In April 2018, the MA Program in Peace, Development, Security and International Conflict Transformation hosted the second meeting of all PESTUGE partners in Innsbruck to discuss and work on matters of relevance as the end of the project approaches.

At the heart of discussions were PESTUGE sustainability strategies and opportunities for future cooperation. Drawing on highly successful project experience deriving from PESTUGE on both, deliverables and mutually respectful relationships among partners, willingness to build on this further in the future was expressed by everyone representing their institutions.

The University of Innsbruck and Trinity College Dublin colleagues facilitated academic workshops attended by all partners. Professors had the chance to work on the articles soon to be published in the peer-reviewed, scholarly Identity Studies in the Caucasus and the Black Sea Region journal. Reflective experiences were shared among the participants and relevant questions were addressed.

A round of discussions on “Trauma, Individual and Large-Group Identity Crises” was facilitated by Prof. Vamik Volkan, the founder and President Emeritus of the International Dialogue Initiative and an expert in matters of collective identity. The expert’s round was hosted at the SOS Children’s Village International, a global federation working with communities, partners and states to ensure that the rights of all children, in every society, are fulfilled. Experiences on peace education were shared, and practices relevant to situations of conflict transformation in Georgia and the Caucasus region were conversed.

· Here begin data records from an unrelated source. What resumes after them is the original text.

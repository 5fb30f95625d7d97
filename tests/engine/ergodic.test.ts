/** Ergodic fundamental matrix (identity 3), the O(n^2) absorbing state from it, and all-pairs totals (identity 4). */
import assert from 'node:assert/strict';
import { describe, it } from 'node:test';
import { AbsorbingState, allPairsTotals, denseWalk, ergodicData, exactReach, prepareRoom } from '../../shared/engine/index';
import { karateClub, randomRoom, relClose, room } from './engine-fixtures';

const cases = [
  ['undirected weighted', () => prepareRoom(randomRoom(18, 30, false, 3))],
  ['directed weighted', () => prepareRoom(randomRoom(18, 40, true, 4))],
  ['directed with mixing', () => prepareRoom(randomRoom(18, 10, true, 5, false), { mixing: 0.1, laziness: 0.2 })],
  // 0 <-> 1 <-> 2 closed; 3 and 4 transient (they lead into it, nothing leads back).
  [
    'directed with transient people',
    () =>
      prepareRoom(
        room(
          5,
          [
            [0, 1],
            [1, 0],
            [1, 2],
            [2, 1],
            [3, 0],
            [4, 3],
            [4, 2],
            [3, 4],
          ],
          true,
        ),
      ),
  ],
  ['karate club (Zachary 1977)', () => prepareRoom(karateClub())],
] as const;

describe('ergodic data', () => {
  for (const [name, make] of cases) {
    it(`single-starter totals match exact reach: ${name}`, () => {
      const r = make();
      const e = ergodicData(r);
      for (let j = 0; j < r.n; j++) {
        const direct = exactReach(r, [j]);
        if (Number.isFinite(direct.total))
          assert.ok(relClose(e.singleTotals[j], direct.total, 1e-9), `${j}: ${e.singleTotals[j]} vs ${direct.total}`);
        else assert.equal(e.singleTotals[j], Infinity);
      }
    });
    it(`absorbing state from the ergodic matrix equals the direct inverse: ${name}`, () => {
      const r = make();
      const e = ergodicData(r);
      for (let j = 0; j < r.n; j++) {
        if (!(e.pi[j] > 0)) continue;
        const a = AbsorbingState.fromErgodic(e, j);
        const b = AbsorbingState.fromStarters(r, [j]);
        for (let i = 0; i < r.n; i++) {
          if (i === j) continue;
          for (let l = 0; l < r.n; l++) if (l !== j) assert.ok(relClose(a.N[i * r.n + l], b.N[i * r.n + l], 1e-9));
        }
      }
    });
    it(`all-pairs totals match exact reach: ${name}`, () => {
      const r = make();
      const e = ergodicData(r);
      const pairs = allPairsTotals(e);
      for (let a = 0; a < r.n; a++) {
        for (let b = a + 1; b < r.n; b++) {
          const direct = exactReach(r, [a, b]).total;
          if (Number.isFinite(direct))
            assert.ok(relClose(pairs[a * r.n + b], direct, 1e-8), `{${a},${b}}: ${pairs[a * r.n + b]} vs ${direct}`);
          else assert.equal(pairs[a * r.n + b], Infinity);
        }
      }
    });
  }
  it('Schur downdate and bordered inverse keep N equal to the direct inverse', () => {
    const r = prepareRoom(randomRoom(20, 40, true, 9), { mixing: 0.05 });
    const s = AbsorbingState.fromStarters(r, [3]);
    s.add(7);
    s.add(11);
    const direct = AbsorbingState.fromStarters(r, [3, 7, 11]);
    assert.ok(relClose(s.total, direct.total, 1e-11));
    const gain = (s.rawTotal - s.rawGain(5)) * s.scale;
    assert.ok(relClose(gain, exactReach(r, [3, 7, 11, 5]).total, 1e-10), 'identity 2');
    s.remove(7, denseWalk(r));
    const back = AbsorbingState.fromStarters(r, [3, 11]);
    for (let i = 0; i < r.n * r.n; i++) if (s.inT[Math.floor(i / r.n)] && s.inT[i % r.n]) assert.ok(relClose(s.N[i], back.N[i], 1e-10));
    assert.ok(relClose(s.total, exactReach(r, [3, 11]).total, 1e-10));
  });
});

Making the most out of the opportunity to learn from each other and the historical events endured, an educational walking tour on “The Politics of Memory: From National-Socialism to Peace Memorials in Innsbruck” took place.

Partners had the chance to meet and discuss PESTUGE sustainability prospects with Prof. Markus Schermer from the Faculty of Sociology, and Dr. Norbert Koppensteiner from the Unit for Peace and Conflict Studies at the University of Innsbruck, and to restate their mutual dedication to sharing knowledge and practices. Bilateral meetings and subcommittees enhanced such an outlook.